◆ **ACTION ITEM**:
Go through the entries below and copy each line containing the word "under".

DATASET EXCERPTS START

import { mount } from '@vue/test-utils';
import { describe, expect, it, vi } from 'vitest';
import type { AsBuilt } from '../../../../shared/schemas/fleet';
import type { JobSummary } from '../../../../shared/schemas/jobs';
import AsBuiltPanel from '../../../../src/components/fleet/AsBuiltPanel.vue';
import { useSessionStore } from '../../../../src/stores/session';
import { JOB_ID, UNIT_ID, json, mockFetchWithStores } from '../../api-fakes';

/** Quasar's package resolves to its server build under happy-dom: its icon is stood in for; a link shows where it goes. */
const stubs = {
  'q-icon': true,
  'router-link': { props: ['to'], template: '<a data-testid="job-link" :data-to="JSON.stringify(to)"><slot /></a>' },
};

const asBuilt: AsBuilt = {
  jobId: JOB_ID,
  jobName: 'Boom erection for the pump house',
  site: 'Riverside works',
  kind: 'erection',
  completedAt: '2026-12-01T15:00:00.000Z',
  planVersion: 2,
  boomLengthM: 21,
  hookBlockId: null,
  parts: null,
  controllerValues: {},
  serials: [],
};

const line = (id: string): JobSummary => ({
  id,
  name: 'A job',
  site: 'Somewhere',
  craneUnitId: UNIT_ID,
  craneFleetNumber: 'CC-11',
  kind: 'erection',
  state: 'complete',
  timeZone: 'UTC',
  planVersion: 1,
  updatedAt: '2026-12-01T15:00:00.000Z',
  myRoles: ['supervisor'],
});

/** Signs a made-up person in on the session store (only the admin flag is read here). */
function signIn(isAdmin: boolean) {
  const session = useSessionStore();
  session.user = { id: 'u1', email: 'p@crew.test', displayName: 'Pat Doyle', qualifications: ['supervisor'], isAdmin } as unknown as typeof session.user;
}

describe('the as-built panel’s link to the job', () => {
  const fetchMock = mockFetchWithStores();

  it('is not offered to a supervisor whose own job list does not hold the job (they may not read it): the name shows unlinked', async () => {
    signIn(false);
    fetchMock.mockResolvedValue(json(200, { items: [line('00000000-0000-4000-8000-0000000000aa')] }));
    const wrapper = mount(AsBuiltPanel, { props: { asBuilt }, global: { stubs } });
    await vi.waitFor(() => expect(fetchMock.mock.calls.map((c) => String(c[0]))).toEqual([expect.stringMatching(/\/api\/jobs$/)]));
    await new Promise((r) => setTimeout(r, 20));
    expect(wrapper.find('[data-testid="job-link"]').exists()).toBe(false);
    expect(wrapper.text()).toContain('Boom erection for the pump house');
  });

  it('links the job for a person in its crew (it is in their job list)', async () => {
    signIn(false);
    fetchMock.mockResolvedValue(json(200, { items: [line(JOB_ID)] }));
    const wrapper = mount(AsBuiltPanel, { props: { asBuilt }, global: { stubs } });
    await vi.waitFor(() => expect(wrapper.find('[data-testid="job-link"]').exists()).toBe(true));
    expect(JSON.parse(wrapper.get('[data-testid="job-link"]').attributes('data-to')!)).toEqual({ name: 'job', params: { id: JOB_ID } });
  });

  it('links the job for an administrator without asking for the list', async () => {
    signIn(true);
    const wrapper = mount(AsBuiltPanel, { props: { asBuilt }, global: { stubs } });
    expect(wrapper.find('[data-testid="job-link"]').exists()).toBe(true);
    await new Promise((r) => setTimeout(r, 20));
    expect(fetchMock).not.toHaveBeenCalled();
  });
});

DATASET EXCERPTS END
DATASET EXCERPTS START

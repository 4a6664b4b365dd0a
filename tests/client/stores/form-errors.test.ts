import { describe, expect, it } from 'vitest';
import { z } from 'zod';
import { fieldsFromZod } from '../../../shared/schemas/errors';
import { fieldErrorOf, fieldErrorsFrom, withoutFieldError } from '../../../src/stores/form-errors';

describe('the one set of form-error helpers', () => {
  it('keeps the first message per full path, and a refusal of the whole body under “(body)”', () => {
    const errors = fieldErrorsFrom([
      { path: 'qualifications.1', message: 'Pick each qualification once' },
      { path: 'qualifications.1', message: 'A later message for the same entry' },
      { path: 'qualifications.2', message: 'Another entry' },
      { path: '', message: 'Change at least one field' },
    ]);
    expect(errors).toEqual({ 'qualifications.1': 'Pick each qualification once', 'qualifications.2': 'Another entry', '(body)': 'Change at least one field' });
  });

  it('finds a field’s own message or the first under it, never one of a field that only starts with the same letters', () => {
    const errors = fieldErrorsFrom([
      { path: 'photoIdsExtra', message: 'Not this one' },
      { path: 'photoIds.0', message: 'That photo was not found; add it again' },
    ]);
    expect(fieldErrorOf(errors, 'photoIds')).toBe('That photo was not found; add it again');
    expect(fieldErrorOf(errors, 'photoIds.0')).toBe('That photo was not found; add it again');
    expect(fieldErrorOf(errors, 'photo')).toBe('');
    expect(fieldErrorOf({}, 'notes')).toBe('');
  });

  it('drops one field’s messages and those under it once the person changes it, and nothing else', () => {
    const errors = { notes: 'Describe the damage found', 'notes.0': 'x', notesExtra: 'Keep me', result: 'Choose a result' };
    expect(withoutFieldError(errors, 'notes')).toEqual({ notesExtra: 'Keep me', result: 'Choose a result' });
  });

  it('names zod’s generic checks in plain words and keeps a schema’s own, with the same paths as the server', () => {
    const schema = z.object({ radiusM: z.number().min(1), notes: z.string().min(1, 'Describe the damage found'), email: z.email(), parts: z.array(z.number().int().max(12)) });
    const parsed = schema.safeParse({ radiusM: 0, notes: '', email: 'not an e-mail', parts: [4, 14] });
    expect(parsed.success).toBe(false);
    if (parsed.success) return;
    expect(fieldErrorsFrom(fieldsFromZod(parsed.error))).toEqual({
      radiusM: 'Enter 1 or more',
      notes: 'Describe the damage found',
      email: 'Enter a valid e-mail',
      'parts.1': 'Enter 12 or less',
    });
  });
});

DATASET EXCERPTS END

◆ **RESPONSE TO THE EXERCISE**:
/** Quasar's package resolves to its server build under happy-dom: its icon is stood in for; a link shows where it goes. */
  it('keeps the first message per full path, and a refusal of the whole body under “(body)”', () => {
  it('finds a field’s own message or the first under it, never one of a field that only starts with the same letters', () => {
  it('drops one field’s messages and those under it once the person changes it, and nothing else', () => {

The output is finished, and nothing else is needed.